I hate people like this. I have worked with them and for them in employment life many times and have NO respect for them. Its one thing to have to put up with this type of treatment in the work place, Its quite another thing to put up with it in our extracurricular life. People that treat other people harshly can drop dead.


----------



## Northern GSDs

Cliff, Sue, Annette...very well said!


----------



## ladyfreckles

robk said:


> I hate people like this. I have worked with them and for them in employment life many times and have NO respect for them. Its one thing to have to put up with this type of treatment in the work place, Its quite another thing to put up with it in our extracurricular life. People that treat other people harshly can drop dead.


I agree. It's abusive and cruel. The people who can handle that are usually just as hardened and think it's okay to treat other people like that. I can handle criticism, what I can't handle is someone treating me like a failure and making me cry just because I was having trouble learning something.

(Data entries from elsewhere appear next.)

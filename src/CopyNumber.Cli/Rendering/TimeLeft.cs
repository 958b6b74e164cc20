using System.Globalization;

namespace CopyNumber.Cli.Rendering;

/// <summary>
/// The remaining-time estimate of the progress line: elapsed time scaled by the replicates still to run.
/// The estimate is computed in double seconds and saturates, because a run of 2^63 replicates is a valid
/// request whose estimate lies far beyond what <see cref="TimeSpan"/> can hold (the progress timer used to
/// throw there, and an exception on a timer thread ends the process).
/// </summary>
internal static class TimeLeft
{
    /// <summary>Estimates longer than this are printed as "more than 100 years": no digit beyond it means anything.</summary>
    public const double SaturationSeconds = 100 * 365.25 * 86400;

    /// <summary>"m:ss left", "h:mm:ss left", "N days left", "more than 100 years left" or "estimating".</summary>
    /// <param name="elapsedSeconds">Wall-clock seconds since the ensemble started.</param>
    /// <param name="done">Replicates finished so far.</param>
    /// <param name="total">Replicates this run will run in all.</param>
    public static string Describe(double elapsedSeconds, long done, long total)
    {
        if (done <= 0 || !(elapsedSeconds >= 0)) return "estimating";
        var left = elapsedSeconds * ((double)Math.Max(0, total - done) / done);
        if (!(left <= SaturationSeconds)) return "more than 100 years left";
        var seconds = (long)Math.Round(left);
        if (seconds >= 2 * 86400) return $"{(seconds / 86400).ToString(CultureInfo.InvariantCulture)} days left";
        if (seconds >= 3600) return $"{seconds / 3600}:{seconds / 60 % 60:00}:{seconds % 60:00} left";
        return $"{seconds / 60}:{seconds % 60:00} left";
    }
}
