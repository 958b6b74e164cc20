using CopyNumber.Reports;

namespace CopyNumber.Tests.Reports;

/// <summary>
/// Every figure renders headless to a valid PNG of the size asked for — checked with the test's own PNG
/// reader (<see cref="PngDecoder"/>, from the PNG specification) — for normal, NaN-laden, single-point and
/// empty inputs. Where a figure must draw or must not draw something, the check counts pixels of that
/// element's Okabe–Ito colour (Okabe &amp; Ito 2008; hex values quoted from memory): lines of 2.5 px and
/// more have opaque cores of exactly that colour, and no other element uses it.
/// </summary>
public sealed class FigureTests
{
    private static readonly (byte R, byte G, byte B) Blue = (0x00, 0x72, 0xB2);       // ensemble mean, first series
    private static readonly (byte R, byte G, byte B) Vermillion = (0xD5, 0x5E, 0x00); // rate equation, second series

    private static PngDecoder AssertPng(byte[] png, int width, int height)
    {
        Assert.Equal((width, height), PngDecoder.ReadSize(png));
        var image = PngDecoder.Decode(png);
        Assert.Equal(width, image.Width);
        Assert.Equal(height, image.Height);
        return image;
    }

    private static int Count(PngDecoder image, (byte R, byte G, byte B) c) => image.CountNear(c.R, c.G, c.B);

    // --- mean with bands -------------------------------------------------------------------------

    /// <summary>Logistic-free toy data: immigration–death mean m(t) = 40(1 − e^(−t/8)) (common practice).</summary>
    private static BandSeries Band(int n = 81)
    {
        double[] t = Enumerable.Range(0, n).Select(i => i * 0.5).ToArray();
        double[] re = t.Select(x => 40 * (1 - Math.Exp(-x / 8))).ToArray();
        double[] sd = re.Select(v => Math.Sqrt(v)).ToArray();
        return new BandSeries("mRNA", t,
            Mean: re.Select(v => 0.97 * v).ToArray(),
            Lower05: re.Select((v, i) => v - 1.645 * sd[i]).ToArray(),
            Upper95: re.Select((v, i) => v + 1.645 * sd[i]).ToArray(),
            RateEquation: re,
            LnaLower: re.Select((v, i) => v - 2 * sd[i]).ToArray(),
            LnaUpper: re.Select((v, i) => v + 2 * sd[i]).ToArray(),
            SamplePaths: [re.Select(v => Math.Round(v)).ToArray(), re.Select(v => Math.Round(v + 3)).ToArray()],
            TimeUnit: "min");
    }

    [Fact]
    public void MeanWithBandsRendersThePngAskedForWithMeanAndRateEquationDrawn()
    {
        var image = AssertPng(Figures.MeanWithBands(Band()), 900, 500);
        Assert.True(Count(image, Blue) > 500, "the ensemble mean line is missing");
        Assert.True(Count(image, Vermillion) > 500, "the rate-equation line is missing");

        AssertPng(Figures.MeanWithBands(Band(), 640, 360), 640, 360);
    }

    [Fact]
    public void MeanWithBandsSkipsNaNPointsAndBreaksTheLinesThere()
    {
        var s = Band();
        double[] mean = (double[])s.Mean.Clone(), lower = (double[])s.Lower05.Clone(), lna = (double[])s.LnaUpper!.Clone();
        for (int i = 20; i < 30; i++) mean[i] = double.NaN;
        lower[5] = double.NaN;
        lna[^1] = double.NaN;
        double[] t = (double[])s.Time.Clone();
        t[40] = double.NaN;
        var image = AssertPng(Figures.MeanWithBands(s with { Time = t, Mean = mean, Lower05 = lower, LnaUpper = lna }), 900, 500);
        Assert.True(Count(image, Blue) > 300);
    }

    [Fact]
    public void AnAllNaNSeriesDrawsNothingButTheFigureStillRenders()
    {
        var s = Band();
        double[] nan = Enumerable.Repeat(double.NaN, s.Time.Length).ToArray();

        var noMean = AssertPng(Figures.MeanWithBands(s with { Mean = nan }), 900, 500);
        Assert.Equal(0, Count(noMean, Blue));            // neither the line nor its legend entry
        Assert.True(Count(noMean, Vermillion) > 500);    // the rest is still there

        var nothing = AssertPng(Figures.MeanWithBands(new BandSeries("X", s.Time, nan, nan, nan, nan, nan, nan, [nan])), 900, 500);
        Assert.Equal(0, Count(nothing, Blue));
        Assert.Equal(0, Count(nothing, Vermillion));
    }

    [Fact]
    public void MeanWithBandsHandlesASingleTimePointAndAnEmptyGrid()
    {
        var one = new BandSeries("P", [2.0], [5.0], [3.0], [8.0], [5.5], [2.0], [9.0], [[6.0]]);
        var image = AssertPng(Figures.MeanWithBands(one), 900, 500);
        Assert.True(Count(image, Blue) > 20, "a single mean point is drawn as a marker");

        AssertPng(Figures.MeanWithBands(new BandSeries("P", [], [], [], [], [], null, null, [])), 900, 500);
    }

    [Fact]
    public void MisalignedArraysAndBadSizesAreReportedByName()
    {
        var s = Band();
        var e = Assert.Throws<ReportException>(() => Figures.MeanWithBands(s with { Mean = [1.0, 2.0] }));
        Assert.Contains("mRNA", e.Message);
        Assert.Contains("Mean", e.Message);
        e = Assert.Throws<ReportException>(() => Figures.MeanWithBands(s with { LnaUpper = null }));
        Assert.Contains("LnaLower", e.Message);
        e = Assert.Throws<ReportException>(() => Figures.MeanWithBands(s with { SamplePaths = [new double[3]] }));
        Assert.Contains("sample path 1", e.Message);
        e = Assert.Throws<ReportException>(() => Figures.MeanWithBands(s, 10, 500));
        Assert.Contains("pixels", e.Message);
    }

    // --- histograms ------------------------------------------------------------------------------

    /// <summary>Poisson(λ) probabilities, the stationary law of immigration–death (Gardiner 2009, Stochastic Methods, §11.1; quoted from memory).</summary>
    private static HistogramSnapshot Poisson(double time, double lambda, double rateEquation)
    {
        long[] counts = Enumerable.Range(0, 60).Select(k => (long)k).ToArray();
        double[] p = counts.Select(k => Math.Exp(k * Math.Log(lambda) - lambda - LogFactorial(k))).ToArray();
        return new HistogramSnapshot("mRNA", time, counts, p, rateEquation, "min");
    }

    private static double LogFactorial(long k)
    {
        double s = 0;
        for (long i = 2; i <= k; i++) s += Math.Log(i);
        return s;
    }

    [Fact]
    public void HistogramsRenderOnePanelPerSnapshotWithTheRateEquationLine()
    {
        var image = AssertPng(Figures.Histograms([Poisson(1, 4, 4), Poisson(5, 15, 15), Poisson(20, 30, 30), Poisson(50, 38, 38)], 1000, 700), 1000, 700);
        Assert.True(Count(image, Vermillion) > 4 * 100, "each panel has its rate-equation line");
    }

    [Fact]
    public void HistogramsSkipNaNProbabilitiesAndDrawNoLineForANaNRateEquation()
    {
        var snap = Poisson(5, 15, double.NaN);
        double[] p = (double[])snap.Probabilities.Clone();
        p[15] = double.NaN;
        var image = AssertPng(Figures.Histograms([snap with { Probabilities = p }]), 900, 500);
        Assert.Equal(0, Count(image, Vermillion));

        var allNaN = snap with { Probabilities = Enumerable.Repeat(double.NaN, p.Length).ToArray() };
        AssertPng(Figures.Histograms([allNaN]), 900, 500);
    }

    [Fact]
    public void HistogramsHandleASingleCountAndNoSnapshots()
    {
        var image = AssertPng(Figures.Histograms([new HistogramSnapshot("P", 0, [7], [1.0], 7)]), 900, 500);
        Assert.True(Count(image, Vermillion) > 100);
        AssertPng(Figures.Histograms([]), 900, 500);
        AssertPng(Figures.Histograms([new HistogramSnapshot("P", 0, [], [], double.NaN)]), 900, 500);

        var e = Assert.Throws<ReportException>(() => Figures.Histograms([new HistogramSnapshot("P", 0, [1, 2], [1.0], 1)]));
        Assert.Contains("Probabilities", e.Message);
    }

    // --- heat map --------------------------------------------------------------------------------

    // Top of the viridis colour map, #FDE725 (Smith & van der Walt 2015; quoted from memory); ScottPlot's
    // table gives (253, 231, 36), inside the tolerance.
    private static int ViridisTop(PngDecoder image) => image.CountNear(0xFD, 0xE7, 0x25, tolerance: 3);

    [Fact]
    public void HeatmapRendersEvenAndUnevenGridsWithNaNCells()
    {
        double[] t = Enumerable.Range(0, 40).Select(i => 0.5 * i).ToArray();
        var p = new double[t.Length, 31];
        for (int i = 0; i < t.Length; i++) p[i, Math.Min(30, i)] = 1.0; // all mass on one count
        p[3, 3] = double.NaN;
        var image = AssertPng(Figures.Heatmap(new DistributionHeatmap("A", t, 0, 30, p, t.Select(x => 2 * x).ToArray(), "s")), 900, 500);
        Assert.True(ViridisTop(image) > 1000, "cells of probability 1 take the top colour");

        double[] uneven = [0, 0.1, 0.5, 2, 2.2, 10];
        var q = new double[uneven.Length, 5];
        for (int i = 0; i < uneven.Length; i++) q[i, i % 5] = 0.5;
        AssertPng(Figures.Heatmap(new DistributionHeatmap("A", uneven, 10, 14, q)), 900, 500);
    }

    /// <summary>
    /// Issue 16: a point mass at t = 0 followed by a bimodal law (two equal modes at 8 and 32 copies, each a
    /// discretised normal of s.d. 2, so each peak cell holds about 0.5 / (2·√(2π)) ≈ 0.1). On one scale for the
    /// whole map the ridges sit at a tenth of the top and are near-black; per time they take the top colour.
    /// Checked by pixel statistics along the count axis: an image column well after t = 0 crosses exactly two
    /// separate runs of the top colour, one per mode, with the lower one below the upper one.
    /// </summary>
    [Fact]
    public void HeatmapShowsABimodalLawAsTwoBrightRidgesAfterAPointMassAtTheStart()
    {
        double[] t = Enumerable.Range(0, 21).Select(i => (double)i).ToArray();
        const int maxCount = 40;
        var p = new double[t.Length, maxCount + 1];
        p[0, 20] = 1.0;
        for (int i = 1; i < t.Length; i++)
        {
            double total = 0;
            for (int k = 0; k <= maxCount; k++)
                total += p[i, k] = Math.Exp(-(k - 8) * (k - 8) / 8.0) + Math.Exp(-(k - 32) * (k - 32) / 8.0);
            for (int k = 0; k <= maxCount; k++) p[i, k] /= total;
        }
        var image = AssertPng(Figures.Heatmap(new DistributionHeatmap("U", t, 0, maxCount, p)), 900, 500);

        foreach (var x in new[] { 300, 450, 600 })
        {
            var runs = new List<(int Start, int End)>();
            for (int y = 0; y < image.Height; y++)
            {
                var (r, g, b) = image.At(x, y);
                bool top = Math.Abs(r - 0xFD) <= 3 && Math.Abs(g - 0xE7) <= 3 && Math.Abs(b - 0x25) <= 3;
                if (!top) continue;
                if (runs.Count > 0 && runs[^1].End == y - 1) runs[^1] = (runs[^1].Start, y);
                else runs.Add((y, y));
            }
            Assert.True(runs.Count == 2, $"column x = {x}: {runs.Count} bright runs ({string.Join(", ", runs)}), expected one per mode");
            // The modes are 24 of 41 count rows apart: the dark gap between them is far taller than either ridge.
            Assert.True(runs[1].Start - runs[0].End > 5 * (runs[0].End - runs[0].Start + 1), $"column x = {x}: ridges {runs[0]} and {runs[1]} are not separated");
        }
    }

    [Fact]
    public void HeatmapOfASingleCellFillsTheMapAndAnAllNaNMapDrawsNone()
    {
        var single = AssertPng(Figures.Heatmap(new DistributionHeatmap("P", [3.0], 5, 5, new double[,] { { 1.0 } })), 900, 500);
        Assert.True(ViridisTop(single) > 100_000, "the one cell covers the data area");

        var nan = new double[4, 3];
        for (int i = 0; i < 4; i++) for (int k = 0; k < 3; k++) nan[i, k] = double.NaN;
        var none = AssertPng(Figures.Heatmap(new DistributionHeatmap("P", [0, 1, 2, 3], 0, 2, nan)), 900, 500);
        Assert.Equal(0, ViridisTop(none)); // no cells, hence no colour bar either

        AssertPng(Figures.Heatmap(new DistributionHeatmap("P", [], 0, 0, new double[0, 1])), 900, 500);
    }

    [Fact]
    public void HeatmapRejectsAProbabilityArrayOfTheWrongShape()
    {
        var e = Assert.Throws<ReportException>(() => Figures.Heatmap(new DistributionHeatmap("P", [0, 1], 0, 4, new double[2, 4])));
        Assert.Contains("2 (times) × 5", e.Message);
        e = Assert.Throws<ReportException>(() => Figures.Heatmap(new DistributionHeatmap("P", [1, 0], 0, 0, new double[2, 1])));
        Assert.Contains("increase", e.Message);
    }

    [Fact]
    public void UnevenTimesOwnTheIntervalBetweenNeighbouringMidpoints()
    {
        // Times 0, 1, 3: cell edges at −0.5, 0.5, 2, 4 (midpoints, ends extended by half a step); the
        // narrowest cell is 1 wide over a span of 4.5, so 4 equal columns of 1.125 with centres
        // 0.0625, 1.1875, 2.3125, 3.4375 fall in cells 0, 1, 2, 2 (worked by hand).
        var (columns, left, right) = HeatmapFigure.Columns([0, 1, 3]);
        Assert.Equal([0, 1, 2, 2], columns);
        Assert.Equal(-0.5, left, 12);
        Assert.Equal(4.0, right, 12);

        // An even grid maps one column to each time.
        Assert.Equal([0, 1, 2, 3], HeatmapFigure.Columns([10, 20, 30, 40]).ColumnOf);
    }

    // --- sweep -----------------------------------------------------------------------------------

    [Fact]
    public void SweepRendersOnLogAxesSkippingUnresolvedZeroAndNegativeDeviations()
    {
        double[] sizes = [1, 3, 10, 30, 100, 300, 1000];
        var series = new[]
        {
            new SweepSeries("A", sizes, [double.NaN, double.NaN, double.NaN, double.NaN, double.NaN, double.NaN, double.NaN], new double[7]),
            new SweepSeries("B", sizes, sizes.Select(o => 0.4 / o).ToArray(), sizes.Select(o => 0.05 / o).ToArray()),
            new SweepSeries("C", sizes, [0.5, 0, -0.1, double.NaN, 0.004, double.PositiveInfinity, 0.0003], [0.6, 0.1, 0.1, double.NaN, 0.001, 1, double.NaN]),
        };
        var image = AssertPng(Figures.SweepLogLog(series), 900, 500);
        Assert.Equal(0, Count(image, Blue));               // series A (first colour) has nothing to draw
        Assert.True(Count(image, Vermillion) > 200);       // series B (second colour) is drawn
    }

    [Fact]
    public void SweepHandlesASinglePointAndNoSeries()
    {
        var image = AssertPng(Figures.SweepLogLog([new SweepSeries("A", [50], [0.004], [0.001])]), 900, 500);
        Assert.True(Count(image, Blue) > 50);
        AssertPng(Figures.SweepLogLog([]), 900, 500);
        AssertPng(Figures.SweepLogLog([new SweepSeries("A", [], [], [])], 400, 300), 400, 300);
    }

    [Fact]
    public void DecadeTicksAreLabelledAsPowersOfTen()
    {
        // Definition of decade ticks on a log10 axis (common practice).
        Assert.Equal("10⁻³", LogTicks.PowerOfTen(-3));
        Assert.Equal("10¹²", LogTicks.PowerOfTen(12));
        Assert.Equal("10⁰", LogTicks.PowerOfTen(0));

        var ticks = LogTicks.Ticks(0, 3);
        Assert.Equal([0.0, 1, 2, 3], ticks.Where(t => t.IsMajor).Select(t => t.Position));
        Assert.Equal(["10⁰", "10¹", "10²", "10³"], ticks.Where(t => t.IsMajor).Select(t => t.Label));
        Assert.Equal(3 * 8, ticks.Count(t => !t.IsMajor)); // 2…9 × 10ⁿ in each of three decades

        // Inside one decade, 2 × and 5 × are labelled: log10(20) and log10(50).
        var narrow = LogTicks.Ticks(1.1, 1.9).Where(t => t.IsMajor).ToArray();
        Assert.Equal(["2×10¹", "5×10¹"], narrow.Select(t => t.Label));
        Assert.Equal(Math.Log10(20), narrow[0].Position, 12);
        Assert.Equal(Math.Log10(50), narrow[1].Position, 12);
    }
}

I need a nurturing environment to learn. What's the point of a club or community if there's no community aspect and nobody helps each other?


----------



## robk

ladyfreckles said:


> I agree. It's abusive and cruel. The people who can handle that are usually just as hardened and think it's okay to treat other people like that. I can handle criticism, what I can't handle is someone treating me like a failure and making me cry just because I was having trouble learning something.
> 
> I need a nurturing environment to learn. What's the point of a club or community if there's no community aspect and nobody helps each other?


 
There is a difference in being tough and having high expectations. I actually really enjoy the grit of having to rise to a challenge and pushing my self out of my comfort zone. However, If some one is condensending and verbally abusive to me, we part company.


----------



## katieliz

important to distinguish between tough and mean. tough is cool. mean is the epitome of uncool.


----------



## Emoore

katieliz said:


> important to distinguish between tough and mean. tough is cool. mean is the epitome of uncool.


My boxing coach is tough but not mean. If you can treat someone with respect and dignity while punching them repeatedly in the face, then you can daggum sure treat someone with respect and dignity while teaching them to train their dog.


----------



## Freestep

ladyfreckles said:


> I can handle criticism, what I can't handle is someone treating me like a failure and making me cry just because I was having trouble learning something.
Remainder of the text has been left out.